Miss West may be sea-sick, but she cannot be comatose, because at frequent intervals she sends the steward to me with more cream of tartar.

I have had a revelation to-day. I have discovered Captain West. He is a Samurai.—You remember the Samurai that H. G. Wells describes in his Modern Utopia—the superior breed of men who know things and are masters of life and of their fellow-men in a super-benevolent, super-wise way? Well, that is what Captain West is. Let me tell it to you.

We had a shift of wind to-day. In the height of a south-west gale the wind shifted, in the instant, eight points, which is equivalent to a quarter of the circle. Imagine it! Imagine a gale howling from out of the south-west. And then imagine the wind, in a heavier and more violent gale, abruptly smiting you from the north-west. We had been sailing through a circular storm, Captain West vouchsafed to me, before the event, and the wind could be expected to box the compass.

Clad in sea-boots, oilskins and sou’wester, I had for some time been hanging upon the rail at the break of the poop, staring down fascinated at the poor devils of sailors, repeatedly up to their necks in water, or submerged, or dashed like straws about the deck, while they pulled and hauled, stupidly, blindly, and in evident fear, under the orders of Mr. Pike.

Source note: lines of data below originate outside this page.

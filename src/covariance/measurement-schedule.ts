import type { ErrorModel, MeasurementNoisePiece } from './error-model';
import { TIME_SLACK_S, type NominalTrajectory } from '../mission/nominal-trajectory';

/** One scalar measurement to process at a step boundary, with h in the model's states. */
export interface ScheduledMeasurement {
  key: string;
  sensorId: string;
  /** Measurement time, s (it is processed at the boundary at or after it). */
  tS: number;
  hIdx: Int32Array;
  hVal: Float64Array;
  /** R owned by each source: (source index, variance) pairs. */
  rSources: Int32Array;
  rVariances: Float64Array;
  rTotal: number;
}

/** Whether a measurement at tS falls in a half-open outage [start, end) (docs/planar-model.md §5, 1e-9 s slack). */
export function inOutage(outages: { startS: number; endS: number }[], tS: number): boolean {
  return outages.some((o) => tS >= o.startS - TIME_SLACK_S && tS < o.endS - TIME_SLACK_S);
}

/**
 * Every scalar measurement of the mission, grouped by the step boundary it is
 * processed at: a sensor at rate f measures at t = j/f and is processed at
 * the first boundary at or after t, in sensor order (docs/planar-model.md §5).
 * Built before propagation so that geometry errors (a landmark on the path)
 * are reported as input errors, not from inside the loop.
 */
export function scheduleMeasurements(model: ErrorModel, traj: NominalTrajectory): ScheduledMeasurement[][] {
  const last = traj.tS.length - 1;
  const endS = traj.tS[last];
  const byBoundary: ScheduledMeasurement[][] = Array.from({ length: last + 1 }, () => []);
  const rByKey = noiseByKey(model);
  const n = model.states.length;
  const { along, cross } = model.core;
  const h = new Float64Array(n);
  for (const stream of model.streams) {
    for (let j = 0; ; j++) {
      const tS = j / stream.rateHz;
      if (tS > endS + TIME_SLACK_S) break;
      if (inOutage(stream.outages, tS)) continue;
      const k = Math.min(last, Math.max(0, Math.ceil(tS / traj.stepS - 1e-9)));
      const psi = traj.headingRad[k];
      const c = Math.cos(psi), s = Math.sin(psi);
      const rows = stream.rowsAt({ northM: traj.northM[k], eastM: traj.eastM[k], headingRad: psi });
      for (const row of rows) {
        h.fill(0);
        // dN = c pA - s pC, dE = s pA + c pC (path frame to north/east).
        h[along] += row.hNorth * c + row.hEast * s;
        h[cross] += -row.hNorth * s + row.hEast * c;
        for (const [idx, coeff] of row.hStates) h[idx] += coeff;
        const r = rByKey.get(row.noiseKey) ?? NO_NOISE;
        let count = 0;
        for (let i = 0; i < n; i++) if (h[i] !== 0) count++;
        const hIdx = new Int32Array(count), hVal = new Float64Array(count);
        for (let i = 0, c = 0; i < n; i++) if (h[i] !== 0) { hIdx[c] = i; hVal[c++] = h[i]; }
        byBoundary[k].push({ key: row.key, sensorId: stream.sensorId, tS, hIdx, hVal, ...r });
      }
    }
  }
  return byBoundary;
}

/** R of one measurement key: its owners and their variances (shared by every event of that key). */
export type NoiseOwners = Pick<ScheduledMeasurement, 'rSources' | 'rVariances' | 'rTotal'>;

export const NO_NOISE: NoiseOwners = { rSources: new Int32Array(0), rVariances: new Float64Array(0), rTotal: 0 };

/** Each measurement key's R owners, from every source's R pieces (any model whose sources carry them). */
export function noiseByKey(model: { sources: readonly { measurementNoise: readonly MeasurementNoisePiece[] }[] }): Map<string, NoiseOwners> {
  const lists = new Map<string, { sources: number[]; variances: number[] }>();
  model.sources.forEach((src, s) => {
    for (const piece of src.measurementNoise) {
      const entry = lists.get(piece.measurement) ?? { sources: [], variances: [] };
      entry.sources.push(s);
      entry.variances.push(piece.varianceSI);
      lists.set(piece.measurement, entry);
    }
  });
  const map = new Map<string, NoiseOwners>();
  for (const [key, { sources, variances }] of lists) {
    map.set(key, {
      rSources: Int32Array.from(sources),
      rVariances: Float64Array.from(variances),
      rTotal: variances.reduce((a, b) => a + b, 0),
    });
  }
  return map;
}
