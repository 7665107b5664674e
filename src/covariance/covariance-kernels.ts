import type { SparseEntries } from './discretise-step';
import type { SparseRows } from './sparse-rows';

/**
 * The hot loops of the covariance analysis, over flat Float64Arrays holding
 * several n x n symmetric matrices back to back (the total P first, then one
 * per source). Kept free of allocation; callers pass scratch space.
 */

/**
 * X <- Φ X Φᵀ for the matrix at `offset`, using Φ's sparse rows; computes
 * the upper triangle and mirrors it, so X stays exactly symmetric.
 * @param scratch n*n workspace.
 */
export function propagateInPlace(x: Float64Array, offset: number, phi: SparseRows, scratch: Float64Array): void {
  const n = phi.n;
  const { rowStart, col, val } = phi;
  // A = Φ X
  for (let i = 0; i < n; i++) {
    const ai = i * n;
    for (let k = 0; k < n; k++) scratch[ai + k] = 0;
    for (let p = rowStart[i]; p < rowStart[i + 1]; p++) {
      const xj = offset + col[p] * n;
      const f = val[p];
      for (let k = 0; k < n; k++) scratch[ai + k] += f * x[xj + k];
    }
  }
  // X = A Φᵀ, upper triangle then mirror: X[i][k] = Σ_p A[i][col_p] Φ[k][col_p]
  for (let i = 0; i < n; i++) {
    const ai = i * n;
    for (let k = i; k < n; k++) {
      let sum = 0;
      for (let p = rowStart[k]; p < rowStart[k + 1]; p++) sum += scratch[ai + col[p]] * val[p];
      x[offset + ai + k] = sum;
      x[offset + k * n + i] = sum;
    }
  }
}

/** X += Q for sparse symmetric Q (both triangles stored). */
export function addSparse(x: Float64Array, offset: number, q: SparseEntries): void {
  const { index, val } = q;
  for (let e = 0; e < index.length; e++) x[offset + index[e]] += val[e];
}

/** X += Q for dense Q. */
export function addDense(x: Float64Array, offset: number, q: Float64Array): void {
  for (let e = 0; e < q.length; e++) x[offset + e] += q[e];
}

/**
 * u = X h for sparse h (indices hIdx, coefficients hVal); returns hᵀ X h.
 * @param u length-n output.
 */
export function multiplySparseVector(
  x: Float64Array, offset: number, n: number, hIdx: Int32Array, hVal: Float64Array, u: Float64Array,
): number {
  for (let i = 0; i < n; i++) u[i] = 0;
  for (let p = 0; p < hIdx.length; p++) {
    const j = hIdx[p];
    const c = hVal[p];
    for (let i = 0; i < n; i++) u[i] += x[offset + i * n + j] * c;
  }
  let hxh = 0;
  for (let p = 0; p < hIdx.length; p++) hxh += hVal[p] * u[hIdx[p]];
  return hxh;
}

/**
 * Joseph-form update of one matrix with a fixed gain K (docs/planar-model.md §6):
 * (I − K hᵀ) X (I − K hᵀ)ᵀ + K r Kᵀ = X − K uᵀ − u Kᵀ + (hᵀXh + r) K Kᵀ, u = X h.
 * With K from the total P this is the fixed-gain recursion of docs/planar-model.md §7
 * (Gelb 1974, sec. 7.3), applied to one source's share with its own r.
 */
export function josephUpdateInPlace(
  x: Float64Array, offset: number, n: number, gain: Float64Array, u: Float64Array, hxh: number, r: number,
): void {
  const c = hxh + r;
  for (let i = 0; i < n; i++) {
    const ki = gain[i], ui = u[i];
    const row = offset + i * n;
    for (let j = i; j < n; j++) {
      const v = x[row + j] - ki * u[j] - ui * gain[j] + c * ki * gain[j];
      x[row + j] = v;
      x[offset + j * n + i] = v;
    }
  }
}

/**
 * ψ <- Φ ψ for `count` state vectors stored back to back. A source that owns
 * only initial variance (a random constant, the initial pose) has a rank-one
 * P_s = ψ ψᵀ for each of its P0 entries, which stays rank one through
 * propagation and fixed-gain updates: carrying ψ costs n operations instead
 * of n², and keeps P_s exactly positive semi-definite.
 * @param scratch length-n workspace.
 */
export function propagateVectors(v: Float64Array, count: number, phi: SparseRows, scratch: Float64Array): void {
  const n = phi.n;
  const { rowStart, col, val } = phi;
  for (let c = 0; c < count; c++) {
    const off = c * n;
    for (let i = 0; i < n; i++) {
      let sum = 0;
      for (let p = rowStart[i]; p < rowStart[i + 1]; p++) sum += val[p] * v[off + col[p]];
      scratch[i] = sum;
    }
    for (let i = 0; i < n; i++) v[off + i] = scratch[i];
  }
}

/** ψ <- (I − K hᵀ) ψ for `count` vectors: the fixed-gain update of a rank-one P_s with no R of its own. */
export function updateVectors(v: Float64Array, count: number, n: number, hIdx: Int32Array, hVal: Float64Array, gain: Float64Array): void {
  for (let c = 0; c < count; c++) {
    const off = c * n;
    let hv = 0;
    for (let p = 0; p < hIdx.length; p++) hv += hVal[p] * v[off + hIdx[p]];
    if (hv === 0) continue;
    for (let i = 0; i < n; i++) v[off + i] -= gain[i] * hv;
  }
}
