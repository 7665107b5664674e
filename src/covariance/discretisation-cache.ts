import type { ErrorModel } from './error-model';
import { TIME_SLACK_S, type NominalTrajectory } from '../mission/nominal-trajectory';
import { discretiseStep, type StepDiscretisation } from './discretise-step';
import { stepPieces } from './step-pieces';
import { RampDiscretiser } from './ramp-discretisation';

/**
 * Φ and Q_d for every step of a run, computed once per constant-speed
 * segment for full steps (docs/planar-model.md §4: the error dynamics are time
 * invariant in the path frame there), interpolated in speed on ramps, and
 * per piece where a step straddles a segment boundary.
 */
export class DiscretisationCache {
  private readonly perSegment: (StepDiscretisation | undefined)[];
  private readonly byKey = new Map<string, StepDiscretisation>();
  private readonly ramps = new Map<number, RampDiscretiser>();
  private segment = 0;
  /** The one-element answer of a full step, reused (the run reads it before asking for the next step). */
  private readonly single: StepDiscretisation[] = [];

  constructor(private readonly model: ErrorModel, private readonly traj: NominalTrajectory) {
    this.perSegment = new Array(traj.segments.length);
  }

  /** The discretisations that carry P from t_{k-1} to t_k, in order; steps must be asked for in increasing k. */
  forStep(k: number): readonly StepDiscretisation[] {
    const { tS, segments, stepS } = this.traj;
    const t0 = tS[k - 1], t1 = tS[k];
    while (this.segment < segments.length - 1 && t0 >= segments[this.segment].endS - TIME_SLACK_S) this.segment++;
    const seg = segments[this.segment];
    const constant = seg.speedStartMps === seg.speedEndMps;
    if (constant && t1 <= seg.endS + TIME_SLACK_S && Math.abs(t1 - t0 - stepS) <= 1e-9 * stepS) {
      const i = this.segment;
      this.perSegment[i] ??= discretiseStep(this.model, seg.speedStartMps, seg.turnRateRadps, stepS);
      this.single[0] = this.perSegment[i]!;
      return this.single;
    }
    if (!constant && t1 <= seg.endS + TIME_SLACK_S && Math.abs(t1 - t0 - stepS) <= 1e-9 * stepS) {
      let ramp = this.ramps.get(this.segment);
      if (!ramp) this.ramps.set(this.segment, (ramp = new RampDiscretiser(this.model, seg, stepS)));
      const mid = (t0 + t1) / 2;
      this.single[0] = ramp.at(seg.speedStartMps + ((seg.speedEndMps - seg.speedStartMps) * (mid - seg.startS)) / (seg.endS - seg.startS));
      return this.single;
    }
    return stepPieces(this.traj, k).map((piece) => {
      const cached = piece.cacheKey ? this.byKey.get(piece.cacheKey) : undefined;
      if (cached) return cached;
      // A ramp changes F every step: the power series is far cheaper than a Van Loan exponential per channel.
      const d = discretiseStep(this.model, piece.speedMps, piece.turnRateRadps, piece.lengthS, piece.cacheKey ? 'van-loan' : 'series');
      if (piece.cacheKey) this.byKey.set(piece.cacheKey, d);
      return d;
    });
  }
}
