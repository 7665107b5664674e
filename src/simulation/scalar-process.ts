import type { RunRandom } from './run-random';

/** Intervals whose φ and √Q_d one process remembers. */
const MEMO_SIZE = 64;

/**
 * One scalar error process in exact discrete time: a random constant, a
 * random walk or a first-order Gauss-Markov process,
 *   x' = -x / T + w,  E[w(t) w(s)] = q δ(t - s)  (T = ∞ for a walk or constant).
 * Over any interval Δ the exact discretisation is x ← φ x + √Q_d n with
 *   φ = e^{-Δ/T},  Q_d = q T (1 - φ²) / 2   (Gauss-Markov),
 *   φ = 1,         Q_d = q Δ                (random walk; q = 0: constant)
 * (Gelb, Applied Optimal Estimation, 1974, Table 3.4-1 and §4.2, sections from memory; Maybeck,
 * Stochastic Models, Estimation, and Control, vol. 1, 1979, §4.9). The last
 * interval's φ and √Q_d are kept, so a fixed sample rate pays one exp.
 */
export class ScalarProcess {
  /** Current value, SI. */
  value = 0;
  private timeS = 0;
  private lastIntervalS = -1;
  private phi = 1;
  private sdDrive = 0;
  /**
   * φ and √Q_d of the intervals seen so far, keyed by the exact interval: a
   * run meets a few dozen distinct intervals (sample periods that differ in
   * the last bits, and the slivers between a sample and a step boundary)
   * about 30,000 times, and the values are a pure function of Δ, so the
   * memo changes no bit of the result.
   */
  private readonly memoIntervalS = new Float64Array(MEMO_SIZE);
  private readonly memoPhi = new Float64Array(MEMO_SIZE);
  private readonly memoSd = new Float64Array(MEMO_SIZE);
  private memoCount = 0;

  /**
   * @param decayPerS 1/T in 1/s (0 for a random walk or a constant).
   * @param psdSI two-sided PSD q of the driving noise, SI² per s (0 for a constant).
   */
  constructor(private readonly decayPerS: number, private readonly psdSI: number) {}

  /** Starts the process at time 0 with a draw of standard deviation `initialSigma` (SI). */
  start(initialSigma: number, rng: RunRandom): void {
    this.value = initialSigma > 0 ? initialSigma * rng.normal() : 0;
    this.timeS = 0;
    // Forget the last interval: a run must not depend on the runs before it (bit-for-bit replays).
    this.lastIntervalS = -1;
  }

  /** Advances to `tS` (not before the current time); a constant draws nothing. */
  advanceTo(tS: number, rng: RunRandom): number {
    const dtS = tS - this.timeS;
    if (!(dtS > 0)) return this.value;
    this.timeS = tS;
    if (this.psdSI === 0 && this.decayPerS === 0) return this.value;
    // Sample intervals j/f - (j-1)/f differ in the last bits; reuse φ and √Q_d within 1e-12 relative.
    if (Math.abs(dtS - this.lastIntervalS) > 1e-12 * dtS) this.discretise(dtS);
    // (Reused within a run only, and the first interval of a run is the same in every run.)
    this.value = this.phi * this.value + (this.sdDrive > 0 ? this.sdDrive * rng.normal() : 0);
    return this.value;
  }

  private discretise(dtS: number): void {
    this.lastIntervalS = dtS;
    for (let i = 0; i < this.memoCount; i++) {
      if (this.memoIntervalS[i] === dtS) {
        this.phi = this.memoPhi[i];
        this.sdDrive = this.memoSd[i];
        return;
      }
    }
    if (this.decayPerS > 0) {
      this.phi = Math.exp(-dtS * this.decayPerS);
      // -expm1(-2Δ/T) = 1 - φ², without cancellation for Δ << T.
      this.sdDrive = Math.sqrt((this.psdSI * -Math.expm1(-2 * dtS * this.decayPerS)) / (2 * this.decayPerS));
    } else {
      this.phi = 1;
      this.sdDrive = Math.sqrt(this.psdSI * dtS);
    }
    // A full memo starts over (a mission with ever new intervals pays the exp as before).
    const slot = this.memoCount < MEMO_SIZE ? this.memoCount++ : (this.memoCount = 1) - 1;
    this.memoIntervalS[slot] = dtS;
    this.memoPhi[slot] = this.phi;
    this.memoSd[slot] = this.sdDrive;
  }
}
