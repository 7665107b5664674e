/**
 * Splits a unit text into tokens for the unit parser.
 *
 * Spaces only separate tokens. The three multiplication signs '*', '·'
 * (U+00B7) and '⋅' (U+22C5) become one mark '*', so the parser sees a single
 * spelling of each operator.
 */

/** Operator and bracket marks after normalisation. */
export type UnitMark = '/' | '*' | '^' | '(' | ')' | '-' | '+' | '√';

/** One token; `at` is its 0-based character position in the text, for messages. */
export type UnitToken =
  | { readonly kind: 'word'; readonly text: string; readonly at: number }
  | { readonly kind: 'number'; readonly text: string; readonly at: number }
  | { readonly kind: 'mark'; readonly text: UnitMark; readonly at: number }
  | { readonly kind: 'superscript'; readonly exponent: number; readonly at: number };

/**
 * A unit text the parser cannot use. `kind` tells an unknown symbol ('dg')
 * from a malformed text ('deg//h'). Thrown and caught inside the units module
 * only; callers see an InputError.
 */
export class UnitTextProblem extends Error {
  constructor(readonly kind: 'unknown' | 'syntax', problem: string) {
    super(problem);
    this.name = 'UnitTextProblem';
  }
}

const MARKS: Readonly<Record<string, UnitMark>> = {
  '/': '/', '*': '*', '·': '*', '⋅': '*', '^': '^', '(': '(', ')': ')', '-': '-', '+': '+', '√': '√',
};
// Symbols that are whole units on their own and may touch letters ('°C' is '°' then 'C').
const SYMBOL_WORDS = new Set(['°', '′', '″', '%']);
const SUPERSCRIPT_DIGITS = '⁰¹²³⁴⁵⁶⁷⁸⁹';
const WORD_CHAR = /[A-Za-zµμ]/;
const NUMBER_AT = /^(\d+(\.\d*)?|\.\d+)/;

/** Reads a run of superscript characters ('²', '⁻¹') as an integer exponent. */
function readSuperscript(text: string, start: number): { exponent: number; end: number } {
  let end = start;
  const negative = text[end] === '⁻';
  if (negative) end++;
  let digits = '';
  while (end < text.length && SUPERSCRIPT_DIGITS.includes(text[end])) {
    digits += SUPERSCRIPT_DIGITS.indexOf(text[end]);
    end++;
  }
  if (digits === '') throw new UnitTextProblem('syntax', `'⁻' at position ${start + 1} needs superscript digits after it`);
  return { exponent: (negative ? -1 : 1) * Number(digits), end };
}

/** Reads the longest run of `pattern` characters from `start`. */
function readRun(text: string, start: number, pattern: RegExp): number {
  let end = start;
  while (end < text.length && pattern.test(text[end])) end++;
  return end;
}

/** Reads the token starting at `i`; `token` is undefined for white space. */
function readToken(text: string, i: number): { token?: UnitToken; end: number } {
  const c = text[i];
  if (/\s/.test(c)) return { end: i + 1 };
  if (MARKS[c] !== undefined) return { token: { kind: 'mark', text: MARKS[c], at: i }, end: i + 1 };
  if (SYMBOL_WORDS.has(c)) return { token: { kind: 'word', text: c, at: i }, end: i + 1 };
  if (c === '⁻' || SUPERSCRIPT_DIGITS.includes(c)) {
    const { exponent, end } = readSuperscript(text, i);
    return { token: { kind: 'superscript', exponent, at: i }, end };
  }
  const number = NUMBER_AT.exec(text.slice(i));
  if (number) return { token: { kind: 'number', text: number[0], at: i }, end: i + number[0].length };
  if (WORD_CHAR.test(c)) {
    const end = readRun(text, i, WORD_CHAR);
    return { token: { kind: 'word', text: text.slice(i, end), at: i }, end };
  }
  throw new UnitTextProblem('syntax', `the character '${c}' at position ${i + 1} cannot be part of a unit`);
}

/**
 * Tokenises a unit text. Throws {@link UnitTextProblem} (kind 'syntax') on a
 * character that cannot be part of a unit, naming it and its 1-based position.
 */
export function tokenizeUnit(text: string): UnitToken[] {
  const tokens: UnitToken[] = [];
  for (let i = 0; i < text.length; ) {
    const { token, end } = readToken(text, i);
    if (token) tokens.push(token);
    i = end;
  }
  return tokens;
}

Mr. Pike was with them, working them and working with them. He took every chance they took, yet somehow he escaped being washed off his feet, though several times I saw him entirely buried from view. There was more than luck in the matter; for I saw him, twice, at the head of a line of the men, himself next to the pin. And twice, in this position, I saw the North Atlantic curl over the rail and fall upon them. And each time he alone remained, holding the turn of the rope on the pin, while the rest of them were rolled and sprawled helplessly away.

Almost it seemed to me good fun, as at a circus, watching their antics. But I did not apprehend the seriousness of the situation until, the wind screaming higher than ever and the sea a-smoke and white with wrath, two men did not get up from the deck. One was carried away for’ard with a broken leg—it was Iare Jacobson, a dull-witted Scandinavian; and the other, Kid Twist, was carried away, unconscious, with a bleeding scalp.

In the height of the gusts, in my high position, where the seas did not break, I found myself compelled to cling tightly to the rail to escape being blown away. My face was stung to severe pain by the high-driving spindrift, and I had a feeling that the wind was blowing the cobwebs out of my sleep-starved brain.

And all the time, slender, aristocratic, graceful in streaming oilskins, in apparent unconcern, giving no orders, effortlessly accommodating his body to the violent rolling of the Elsinore, Captain West strolled up and down.

It was at this stage in the gale that he unbent sufficiently to tell me that we were going through a circular storm and that the wind was boxing the compass. I did notice that he kept his gaze pretty steadily fixed on the overcast, cloud-driven sky. At last, when it seemed the wind could not possibly blow more fiercely, he found in the sky what he sought. It was then that I first heard his voice—a sea-voice, clear as a bell, distinct as silver, and of an ineffable sweetness and volume, as it might be the trump of Gabriel. That voice!—effortless, dominating! The mighty threat of the storm, made articulate by the resistance of the Elsinore, shouted in all the stays, bellowed in the shrouds, thrummed the taut ropes against the steel masts, and from the myriad tiny ropes far aloft evoked a devil’s chorus of shrill pipings and screechings. And yet, through this bedlam of noise, came Captain West’s voice, as of a spirit visitant, distinct, unrelated, mellow as all music and mighty as an archangel’s call to judgment. And it carried understanding and command to the man at the wheel, and to Mr. Pike, waist-deep in the wash of sea below us. And the man at the wheel obeyed, and Mr. Pike obeyed, barking and snarling orders to the poor wallowing devils who wallowed on and obeyed him in turn. And as the voice was the face. This face I had never seen before. It was the face of the spirit visitant, chaste with wisdom, lighted by a splendour of power and calm. Perhaps it was the calm that smote me most of all. It was as the calm of one who had crossed chaos to bless poor sea-worn men with the word that all was well. It was not the face of the fighter. To my thrilled imagination it was the face of one who dwelt beyond all strivings of the elements and broody dissensions of the blood.

The Samurai had arrived, in thunders and lightnings, riding the wings of the storm, directing the gigantic, labouring Elsinore in all her intricate massiveness, commanding the wisps of humans to his will, which was the will of wisdom.